ASSIGNMENT:
The output should be all lines of the entries below in which the word "with" occurs.
----
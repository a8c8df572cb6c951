#!/usr/bin/python3
"""Entropy of the binomial and hypergeometric distributions, for binom.Dist.Entropy
and binom.Hyper.Entropy: derivation of the large-variance expansion and golden values.

1. Derivation. For X binomial(n, p) with variance V = n p q and u = p q, the
   local Edgeworth expansion gives P(X = k) = f(x_k)/sqrt(V), x_k = (k - np)/sqrt(V),
   f(x)/phi(x) = 1 + eps(x) = [exp(sum_{j>=3} lambda_j t^j / j!)]_{t^m -> He_m(x)},
   lambda_j = (k_j / k_2) V^(1 - j/2), k_j the Bernoulli cumulants
   (k_1 = p, k_{j+1} = p q dk_j/dp). The lattice sum of -P ln P equals the
   integral up to O(exp(-2 pi^2 V)), and since eps has no He_0, He_2 part,
   H = (1/2) ln(2 pi e V) - E_phi[(1+eps) ln(1+eps)].
   Expanding (1+e) ln(1+e) = e + sum_{m>=2} (-1)^m e^m / (m(m-1)) and taking
   Gaussian moments in exact rational arithmetic gives
   E_phi[...] = sum_k b_k(u) / V^k with b_k polynomials in u, found here by
   exact interpolation at rational p and checked at further points.
2. Golden: testdata/binom_extra_entropy.tsv, entropies by 50-digit mpmath
   summation of -P ln P over all terms above 1e-60 of the largest (PMF from
   loggamma at 50 digits, ratio recurrence), for binomials with V <= 2e5 and
   hypergeometric cases; for larger V the expansion above (checked against
   the sums up to V = 2e5, where its omitted term is below 1e-25).

Run from the repository root:  /usr/bin/python3 testdata/gen/binom_extra_entropy.py
"""
import datetime
import math
from fractions import Fraction as F

import mpmath

mpmath.mp.dps = 50

R = 4  # terms up to V^-R
S = 2 * R  # max power of s

def bern_cumulants(J):
    # k_j as polynomials in p (list of coeffs), k_1 = p, k_{j+1} = (p - p^2) k_j'
    ks = {1: [F(0), F(1)]}
    for j in range(1, J):
        c = ks[j]
        d = [c[i] * i for i in range(1, len(c))]  # derivative
        # multiply by p - p^2
        out = [F(0)] * (len(d) + 2)
        for i, a in enumerate(d):
            out[i + 1] += a
            out[i + 2] -= a
        ks[j + 1] = out
    return ks

def peval(c, p):
    return sum(a * p ** i for i, a in enumerate(c))

def hermite(M):
    He = [[F(1)], [F(0), F(1)]]
    for m in range(1, M):
        a = [F(0)] + He[m]
        b = He[m - 1]
        nxt = [F(0)] * max(len(a), len(b))
        for i, v in enumerate(a): nxt[i] += v
        for i, v in enumerate(b): nxt[i] -= m * v
        He.append(nxt)
    return He

def coeffs_at(p):
    ks = bern_cumulants(S + 3)
    k2 = peval(ks[2], p)
    rho = {j: peval(ks[j], p) / k2 for j in range(3, S + 3)}
    # series A(s,t) = sum_j rho_j s^(j-2) t^j / j!   ; exp(A) truncated at s^S
    A = {}
    for j in range(3, S + 3):
        A[(j - 2, j)] = rho[j] / math.factorial(j)
    def mul(P, Q):
        out = {}
        for (s1, t1), a in P.items():
            for (s2, t2), b in Q.items():
                if s1 + s2 <= S:
                    key = (s1 + s2, t1 + t2)
                    out[key] = out.get(key, 0) + a * b
        return out
    E = {(0, 0): F(1)}
    term = {(0, 0): F(1)}
    for m in range(1, S + 1):
        term = mul(term, A)
        term = {k: v / m for k, v in term.items()}
        for k, v in term.items():
            E[k] = E.get(k, 0) + v
    maxt = max(t for (_, t) in E)
    He = hermite(maxt + 1)
    # eps as dict s -> poly in x (list)
    eps = {}
    for (sp, tp), a in E.items():
        if sp == 0:
            continue
        poly = eps.setdefault(sp, [F(0)] * (maxt + 2))
        for i, c in enumerate(He[tp]):
            poly[i] += a * c
    # polynomial in (s, x): dict s -> list
    def pmul(P, Q):
        out = {}
        for s1, a in P.items():
            for s2, b in Q.items():
                if s1 + s2 <= S:
                    o = out.setdefault(s1 + s2, [F(0)] * (len(a) + len(b)))
                    if len(o) < len(a) + len(b):
                        o.extend([F(0)] * (len(a) + len(b) - len(o)))
                    for i, x in enumerate(a):
                        if x == 0: continue
                        for j, y in enumerate(b):
                            o[i + j] += x * y
        return out
    # (1+e)ln(1+e) = e + sum_{m>=2} (-1)^m e^m / (m(m-1))
    total = {k: list(v) for k, v in eps.items()}
    powm = eps
    for m in range(2, S + 1):
        powm = pmul(powm, eps)
        c = F((-1) ** m, m * (m - 1))
        for sp, poly in powm.items():
            o = total.setdefault(sp, [F(0)] * len(poly))
            if len(o) < len(poly): o.extend([F(0)] * (len(poly) - len(o)))
            for i, v in enumerate(poly):
                o[i] += c * v
    def gauss(poly):
        tot = F(0)
        for k, v in enumerate(poly):
            if k % 2 == 0 and v != 0:
                df = 1
                for i in range(k - 1, 0, -2): df *= i
                tot += v * df
        return tot
    return {sp: gauss(poly) for sp, poly in sorted(total.items())}


def derive():
    """Returns [b_1, ..., b_R] as coefficient lists in u (exact rationals)."""
    ps = [F(1, d) for d in (2, 3, 5, 7, 11, 13, 17, 19, 23)]
    data = {p: coeffs_at(p) for p in ps}
    for sp in range(1, S + 1, 2):
        assert all(data[p].get(sp, 0) == 0 for p in ps), sp
    out = []
    for k in range(1, R + 1):
        n = k + 2
        M = [[(p * (1 - p)) ** i for i in range(n)] + [data[p][2 * k]] for p in ps[:n]]
        for c in range(n):
            piv = next(r for r in range(c, n) if M[r][c] != 0)
            M[c], M[piv] = M[piv], M[c]
            for r in range(n):
                if r != c:
                    f = M[r][c] / M[c][c]
                    M[r] = [a - f * b for a, b in zip(M[r], M[c])]
        coef = [M[i][n] / M[i][i] for i in range(n)]
        for p in ps[n:]:
            u = p * (1 - p)
            assert sum(c * u ** i for i, c in enumerate(coef)) == data[p][2 * k], (k, p)
        while coef and coef[-1] == 0:
            coef.pop()
        out.append(coef)
    return out


# The coefficients written in binom/entropy.go.
GO_COEFFS = [
    [F(1, 12), F(-1, 3)],
    [F(1, 24), F(-1, 6), F(1, 12)],
    [F(19, 360), F(-17, 60), F(1, 3), F(-1, 90)],
    [F(9, 80), F(-23, 30), F(22, 15), F(-2, 3), F(-1, 120)],
]


def asym(n, p, coeffs):
    p = mpmath.mpf(p)
    u = p * (1 - p)
    V = n * u
    s = mpmath.mpf(0)
    for k, c in enumerate(coeffs, start=1):
        s += sum(mpmath.mpf(a.numerator) / a.denominator * u ** i for i, a in enumerate(c)) / V ** k
    return mpmath.log(2 * mpmath.pi * mpmath.e * V) / 2 - s


def entropy_walk(m, lo, hi, logpmf_m, ratio_down, ratio_up):
    """-sum P ln P outward from the mode m over terms above 1e-60 of P(m)."""
    H = mpmath.mpf(0)
    lm = logpmf_m
    H -= mpmath.exp(lm) * lm
    for d in (-1, 1):
        lk, k = lm, m
        while True:
            if d < 0:
                if k == lo:
                    break
                lk += mpmath.log(ratio_down(k))
                k -= 1
            else:
                if k == hi:
                    break
                lk += mpmath.log(ratio_up(k))
                k += 1
            H -= mpmath.exp(lk) * lk
            if lk < lm - 140:
                break
    return H


def binom_entropy(n, p):
    pm = mpmath.mpf(p)
    qm = 1 - pm
    m = int((n + 1) * p)
    m = min(max(m, 0), n)
    lm = (mpmath.loggamma(n + 1) - mpmath.loggamma(m + 1) - mpmath.loggamma(n - m + 1)
          + m * mpmath.log(pm) + (n - m) * mpmath.log(qm))
    return entropy_walk(m, 0, n, lm,
                        lambda k: k * qm / ((n - k + 1) * pm),
                        lambda k: (n - k) * pm / ((k + 1) * qm))


def hyper_entropy(N, K, n):
    lo, hi = max(0, n - (N - K)), min(n, K)
    m = (n + 1) * (K + 1) // (N + 2)
    lg = mpmath.loggamma
    lm = (lg(K + 1) - lg(m + 1) - lg(K - m + 1) + lg(N - K + 1) - lg(n - m + 1)
          - lg(N - K - n + m + 1) - lg(N + 1) + lg(n + 1) + lg(N - n + 1))
    return entropy_walk(m, lo, hi, lm,
                        lambda j: mpmath.mpf(j * (N - K - n + j)) / ((K - j + 1) * (n - j + 1)),
                        lambda j: mpmath.mpf((K - j) * (n - j)) / ((j + 1) * (N - K - n + j + 1)))


def fmt(v):
    return mpmath.nstr(v, 22, min_fixed=1, max_fixed=0) if v != 0 else "0"


def main():
    coeffs = derive()
    assert coeffs == GO_COEFFS, coeffs
    rows = []
    ps = [0.5, 0.3, 0.1, 0.9, 0.01, 1e-3, 1e-6, 0.999999, 1e-12]
    ns = [1, 2, 3, 5, 10, 30, 100, 1000, 3000, 10000, 100000, 1000000, 10**8, 10**10, 10**12, 10**15]
    maxdiff = 0
    for n in ns:
        for p in ps:
            V = n * p * (1 - p)
            if V <= 2e5:
                h = binom_entropy(n, p)
                if V >= 1000:
                    maxdiff = max(maxdiff, abs(asym(n, p, coeffs) - h) / h)
            else:
                h = asym(n, p, coeffs)
            rows.append(f"binom\t{n}\t{p!r}\t\t{fmt(h)}")
    assert maxdiff < 1e-16, maxdiff
    for N, K, n in [(2, 1, 1), (8, 4, 4), (30, 19, 15), (100, 3, 50), (1000, 300, 200),
                    (100000, 5000, 40000), (1000000, 500000, 500000), (1000000, 10, 999000),
                    (10**9, 3 * 10**8, 10**6), (4 * 10**6, 2 * 10**6, 2 * 10**6),
                    (10**10, 3 * 10**9, 10**8), (10**12, 10**11, 10**9),
                    (2**34 - 7, 2**33 + 3, 2**33 - 5)]:
        rows.append(f"hyper\t{N}\t{K}\t{n}\t{fmt(hyper_entropy(N, K, n))}")
    with open("testdata/binom_extra_entropy.tsv", "w") as f:
        f.write("# Shannon entropy in nats. Rows: binom n p - H | hyper N K n H.\n")
        f.write("# Binomial p is the double printed (Python repr); see the generator for the method.\n")
        f.write(f"# Expansion coefficients b_k(u), lowest power first: {[[str(c) for c in b] for b in coeffs]}\n")
        f.write(f"# Largest relative gap expansion vs 50-digit sums for 1000 <= V <= 2e5: {mpmath.nstr(maxdiff, 3)}\n")
        f.write("# Generator: /usr/bin/python3 testdata/gen/binom_extra_entropy.py\n")
        f.write(f"# Tool: Python fractions, mpmath {mpmath.__version__} at {mpmath.mp.dps} digits; date {datetime.date.today()}\n")
        for r in rows:
            f.write(r + "\n")
    print(len(rows), "rows; max expansion gap", mpmath.nstr(maxdiff, 3))


if __name__ == "__main__":
    main()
----
ANSWER BOX:
1. Derivation. For X binomial(n, p) with variance V = n p q and u = p q, the
   E_phi[...] = sum_k b_k(u) / V^k with b_k polynomials in u, found here by
   loggamma at 50 digits, ratio recurrence), for binomials with V <= 2e5 and
    with open("testdata/binom_extra_entropy.tsv", "w") as f:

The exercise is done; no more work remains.